(More than) Hitchhikers through the network: The shared microbiome of bees and flowers

Authors: KELLER, ALEXANDER - University Of Wurzburg; MCFREDERICK, QUINN - University Of California; DHARAMPAL, PRARTHANA - University Of Wisconsin; Steffan, Shawn; DANFORTH, BRYAN - Cornell University; LEONHARDT, SARA - Technical University Of Munich

Submitted to: Current Opinion in Insect Science
Publication Type: Peer Reviewed Journal
Publication Acceptance Date: 9/16/2020
Publication Date: 9/28/2020
Citation: Keller, A., Mcfrederick, Q., Dharampal, P., Steffan, S.A., Danforth, B., Leonhardt, S. 2020. (More than) Hitchhikers through the network: The shared microbiome of bees and flowers. Current Opinion in Insect Science. 44(April 2021):8-15. https://doi.org/10.1016/j.cois.2020.09.007.
DOI: https://doi.org/10.1016/j.cois.2020.09.007

Interpretive Summary: The concept that pollen-borne microbes are critical symbionts of developing bee larvae has gained much recent attention. This concept highlights the importance of considering microbial symbionts when crafting bee conservation strategies. The current paper examines how local pollination network architecture and patterns of specialization/generalization determine the potential dispersal routes for microbes. For solitary bee populations missing vertical symbiont transmission routes, microbial sharing between individual bees via flower 'hubs' may facilitate inter-generational transmission. Collectively, this sets up new cost-benefit relationships among the players, with shared microbes emerging as considerable drivers rather than passive hitchhikers within pollination networks.

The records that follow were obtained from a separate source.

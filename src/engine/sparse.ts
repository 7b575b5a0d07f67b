import { solveDense } from './linear';
import { EngineInputError } from './errors';

/** Largest network the dense fallback takes (its cost grows as n³). */
const DENSE_FALLBACK_MAX = 400;

/** How a factorisation of a symmetric matrix ended. */
export type FactorResult = 'positive-definite' | 'indefinite' | 'singular';

/**
 * A symmetric linear system whose pattern is fixed when it is made: the nodal Jacobian of one
 * compiled network. Assembly adds into `values` through `slot(i, j)`; `factor()` then `solve(b)`.
 */
export interface SymmetricSystem {
	readonly n: number;
	/** The matrix entries, written by assembly (zero them with `clear()` first). */
	readonly values: Float64Array;
	/** Index in `values` of entry (i, j) = (j, i), in the caller's numbering; -1 if either is < 0. */
	slot(i: number, j: number): number;
	clear(): void;
	/** Factorises the assembled matrix; its pivots say whether it is positive definite. */
	factor(): FactorResult;
	/** Overwrites b with A⁻¹b, using the last successful factorisation. */
	solve(b: Float64Array): void;
}

/**
 * The fill-reducing order and the filled pattern, from the elimination game with minimum degree
 * (Tinney–Walker scheme 2; George & Liu, "Computer Solution of Large Sparse Positive Definite
 * Systems", 1981, ch. 5). Ties go to the lower index so the order is deterministic. The networks
 * are nearly trees: leaves go first and the fill stays close to none.
 */
function minimumDegreeOrder(n: number, edges: ReadonlyArray<readonly [number, number]>) {
	const adj: Set<number>[] = Array.from({ length: n }, () => new Set<number>());
	for (const [a, b] of edges) {
		if (a < 0 || b < 0 || a === b) continue;
		adj[a]!.add(b);
		adj[b]!.add(a);
	}
	// A binary heap of (degree, node) with stale entries skipped when popped.
	const heapDeg: number[] = [];
	const heapNode: number[] = [];
	const less = (i: number, j: number) =>
		heapDeg[i]! < heapDeg[j]! || (heapDeg[i] === heapDeg[j] && heapNode[i]! < heapNode[j]!);
	const swap = (i: number, j: number) => {
		[heapDeg[i], heapDeg[j]] = [heapDeg[j]!, heapDeg[i]!];
		[heapNode[i], heapNode[j]] = [heapNode[j]!, heapNode[i]!];
	};
	const push = (deg: number, node: number) => {
		heapDeg.push(deg);
		heapNode.push(node);
		let i = heapDeg.length - 1;
		while (i > 0) {
			const parent = (i - 1) >> 1;
			if (!less(i, parent)) break;
			swap(i, parent);
			i = parent;
		}
	};
	const pop = (): [number, number] => {
		const top: [number, number] = [heapDeg[0]!, heapNode[0]!];
		const lastDeg = heapDeg.pop()!;
		const lastNode = heapNode.pop()!;
		if (heapDeg.length > 0) {
			heapDeg[0] = lastDeg;
			heapNode[0] = lastNode;
			let i = 0;
			for (;;) {
				const l = 2 * i + 1;
				const r = l + 1;
				let m = i;
				if (l < heapDeg.length && less(l, m)) m = l;
				if (r < heapDeg.length && less(r, m)) m = r;
				if (m === i) break;
				swap(i, m);
				i = m;
			}
		}
		return top;
	};
	for (let i = 0; i < n; i++) push(adj[i]!.size, i);
	const done = new Uint8Array(n);
	const order: number[] = [];
	const columns: number[][] = new Array(n);
	while (order.length < n) {
		const [deg, v] = pop();
		if (done[v] || deg !== adj[v]!.size) continue;
		done[v] = 1;
		order.push(v);
		const nbrs = [...adj[v]!];
		columns[v] = nbrs;
		for (const a of nbrs) {
			const set = adj[a]!;
			set.delete(v);
			for (const b of nbrs) if (b !== a) set.add(b);
			push(set.size, a);
		}
		adj[v]!.clear();
	}
	return { order, columns };
}

/**
 * Sparse LDLᵀ factorisation (no pivoting) on a symbolic pattern made once: every numeric
 * factorisation only walks precomputed index lists, so repeated solves of one network (Newton
 * iterations, time steps) allocate nothing. A nodal matrix of cables and sources is symmetric, and
 * positive definite exactly at a stable operating point; the pivots D answer that question as the
 * step is solved (Sylvester's criterion via the LDLᵀ inertia). When a pivot is too small to trust
 * without pivoting (an indefinite matrix far from any operating point), the factorisation falls
 * back to dense LU with partial pivoting for that matrix, as before.
 */
export class SparseLdl implements SymmetricSystem {
	readonly n: number;
	readonly values: Float64Array;
	/** perm[k] = caller's index of the k-th eliminated unknown; inv is its inverse. */
	private readonly perm: Int32Array;
	private readonly inv: Int32Array;
	/** Strictly lower entries of L by column (eliminated order): rows and their value offsets. */
	private readonly colPtr: Int32Array;
	private readonly rowIdx: Int32Array;
	/** For column k, the targets of the rank-one update, pair by pair (a ≥ b). */
	private readonly updPtr: Int32Array;
	private readonly updTarget: Int32Array;
	private readonly slots = new Map<number, number>();
	private readonly work: Float64Array;
	private readonly diagScale: Float64Array;
	/** The assembled entries as they were before the factorisation overwrote them. */
	private readonly original: Float64Array;
	/** The dense matrix of the last fallback, factorised again by each solve. */
	private dense: Float64Array | null = null;

	constructor(n: number, edges: ReadonlyArray<readonly [number, number]>) {
		this.n = n;
		const { order, columns } = minimumDegreeOrder(n, edges);
		this.perm = Int32Array.from(order);
		this.inv = new Int32Array(n);
		order.forEach((old, k) => (this.inv[old] = k));
		const colPtr = new Int32Array(n + 1);
		const rows: number[] = [];
		for (let k = 0; k < n; k++) {
			const col = columns[order[k]!]!.map((old) => this.inv[old]!).sort((a, b) => a - b);
			for (const r of col) rows.push(r);
			colPtr[k + 1] = rows.length;
		}
		this.colPtr = colPtr;
		this.rowIdx = Int32Array.from(rows);
		for (let c = 0; c < n; c++)
			for (let p = colPtr[c]!; p < colPtr[c + 1]!; p++)
				this.slots.set(this.rowIdx[p]! * n + c, n + p);
		const updPtr = new Int32Array(n + 1);
		const targets: number[] = [];
		for (let k = 0; k < n; k++) {
			const start = colPtr[k]!;
			const m = colPtr[k + 1]! - start;
			for (let a = 0; a < m; a++)
				for (let b = 0; b <= a; b++) {
					const ra = this.rowIdx[start + a]!;
					const rb = this.rowIdx[start + b]!;
					targets.push(a === b ? ra : this.slots.get(ra * n + rb)!);
				}
			updPtr[k + 1] = targets.length;
		}
		this.updPtr = updPtr;
		this.updTarget = Int32Array.from(targets);
		this.values = new Float64Array(n + rows.length);
		this.original = new Float64Array(n + rows.length);
		this.work = new Float64Array(n);
		this.diagScale = new Float64Array(n);
	}

	/** Entries of L off the diagonal: the fill the ordering left, for benchmarks and tests. */
	get lowerEntries(): number {
		return this.rowIdx.length;
	}

	slot(i: number, j: number): number {
		if (i < 0 || j < 0) return -1;
		const a = this.inv[i]!;
		const b = this.inv[j]!;
		if (a === b) return a;
		const s = this.slots.get(a > b ? a * this.n + b : b * this.n + a);
		if (s === undefined)
			throw new EngineInputError([
				{ path: '', message: `Entry (${i}, ${j}) is outside the network's pattern` },
			]);
		return s;
	}

	clear(): void {
		this.values.fill(0);
	}

	factor(): FactorResult {
		const { n, values: x, colPtr, updPtr, updTarget, diagScale } = this;
		this.dense = null;
		this.original.set(x);
		for (let k = 0; k < n; k++) diagScale[k] = Math.abs(x[k]!);
		let positive = true;
		for (let k = 0; k < n; k++) {
			const d = x[k]!;
			if (!(Math.abs(d) > 1e-12 * diagScale[k]!) || !Number.isFinite(d)) return this.fallback();
			if (d <= 0) positive = false;
			const start = n + colPtr[k]!;
			const m = colPtr[k + 1]! - colPtr[k]!;
			let t = updPtr[k]!;
			for (let a = 0; a < m; a++) {
				const la = x[start + a]!;
				if (la === 0) {
					t += a + 1;
					continue;
				}
				const f = la / d;
				for (let b = 0; b <= a; b++) x[updTarget[t++]!]! -= f * x[start + b]!;
			}
			for (let a = 0; a < m; a++) x[start + a]! /= d;
		}
		return positive ? 'positive-definite' : 'indefinite';
	}

	/**
	 * A pivot too small for elimination without pivoting: a positive definite matrix never has one
	 * (its pivots are bounded below by its smallest eigenvalue), so the matrix is singular or
	 * indefinite. Dense LU with partial pivoting decides which, for networks small enough for it.
	 */
	private fallback(): FactorResult {
		const { n } = this;
		if (n > DENSE_FALLBACK_MAX) return 'singular';
		const a = new Float64Array(n * n);
		for (let i = 0; i < n; i++) a[i * n + i] = this.original[this.inv[i]!]!;
		for (const [key, s] of this.slots) {
			const r = this.perm[Math.floor(key / n)]!;
			const c = this.perm[key % n]!;
			a[r * n + c] = this.original[s]!;
			a[c * n + r] = this.original[s]!;
		}
		if (!solveDense(new Float64Array(a), new Float64Array(n), n)) return 'singular';
		this.dense = a;
		return 'indefinite';
	}

	solve(b: Float64Array): void {
		const { n, values: x, perm, colPtr, rowIdx, work: z } = this;
		if (this.dense) {
			solveDense(new Float64Array(this.dense), b, n);
			return;
		}
		for (let k = 0; k < n; k++) z[k] = b[perm[k]!]!;
		for (let k = 0; k < n; k++) {
			const zk = z[k]!;
			if (zk === 0) continue;
			for (let p = colPtr[k]!; p < colPtr[k + 1]!; p++) z[rowIdx[p]!]! -= x[n + p]! * zk;
		}
		for (let k = 0; k < n; k++) z[k]! /= x[k]!;
		for (let k = n - 1; k >= 0; k--) {
			let s = z[k]!;
			for (let p = colPtr[k]!; p < colPtr[k + 1]!; p++) s -= x[n + p]! * z[rowIdx[p]!]!;
			z[k] = s;
		}
		for (let k = 0; k < n; k++) b[perm[k]!] = z[k]!;
	}
}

Technical Abstract: Growing evidence reveals strong overlap between microbiomes of flowers and bees, suggesting that flowers are hubs of microbial transmission. Whether floral transmission is a main driver of bee microbiome assembly, and whether functional importance of florally sourced microbes shapes bee foraging decisions are intriguing questions that remain unanswered. We suggest that interaction network architecture as well as specialization are central in microbiome assembly by defining potential transmission routes. Yet species filtering by each host limits actually realized transmissions. Functionally, shared floral microbes can provide benefits for particular bees by enhancing nutritional quality, detoxification, and disintegration of pollen. Flower microbes alter the attractiveness of floral resources. Working together, these mechanisms may in turn affect the structure of the flower-bee interaction network.